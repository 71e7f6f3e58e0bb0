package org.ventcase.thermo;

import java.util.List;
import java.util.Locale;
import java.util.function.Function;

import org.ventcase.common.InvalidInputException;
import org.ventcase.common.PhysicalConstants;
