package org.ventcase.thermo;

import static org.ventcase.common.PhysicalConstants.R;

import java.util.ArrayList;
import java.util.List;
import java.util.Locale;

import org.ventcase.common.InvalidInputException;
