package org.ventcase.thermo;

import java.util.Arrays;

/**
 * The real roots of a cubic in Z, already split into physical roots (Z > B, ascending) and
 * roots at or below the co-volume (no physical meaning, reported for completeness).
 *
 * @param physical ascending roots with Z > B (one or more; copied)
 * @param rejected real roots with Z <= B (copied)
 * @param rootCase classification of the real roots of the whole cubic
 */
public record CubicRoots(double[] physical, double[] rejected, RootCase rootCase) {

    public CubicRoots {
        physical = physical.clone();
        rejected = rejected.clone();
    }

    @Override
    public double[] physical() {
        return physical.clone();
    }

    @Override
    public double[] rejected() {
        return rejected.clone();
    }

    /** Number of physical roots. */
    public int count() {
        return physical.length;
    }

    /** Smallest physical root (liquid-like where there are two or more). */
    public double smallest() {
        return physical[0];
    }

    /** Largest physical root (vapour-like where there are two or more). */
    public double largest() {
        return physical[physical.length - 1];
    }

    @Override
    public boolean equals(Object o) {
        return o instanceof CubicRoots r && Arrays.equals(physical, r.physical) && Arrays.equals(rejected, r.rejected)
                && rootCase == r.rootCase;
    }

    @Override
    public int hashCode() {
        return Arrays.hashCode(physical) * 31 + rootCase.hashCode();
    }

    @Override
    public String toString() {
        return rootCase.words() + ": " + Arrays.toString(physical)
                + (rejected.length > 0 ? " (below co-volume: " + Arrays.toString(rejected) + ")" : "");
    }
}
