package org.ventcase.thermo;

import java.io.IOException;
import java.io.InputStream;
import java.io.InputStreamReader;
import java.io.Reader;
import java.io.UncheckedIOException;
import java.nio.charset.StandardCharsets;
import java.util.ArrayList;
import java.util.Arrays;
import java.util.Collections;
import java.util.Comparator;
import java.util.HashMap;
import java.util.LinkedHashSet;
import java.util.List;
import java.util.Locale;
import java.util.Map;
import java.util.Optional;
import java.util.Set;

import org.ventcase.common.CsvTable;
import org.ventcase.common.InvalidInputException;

__INSTRUCTIONS FOR THE TASK__
Only a number is expected: the count of lines in the entries that include the string "there".

__RESULT__
2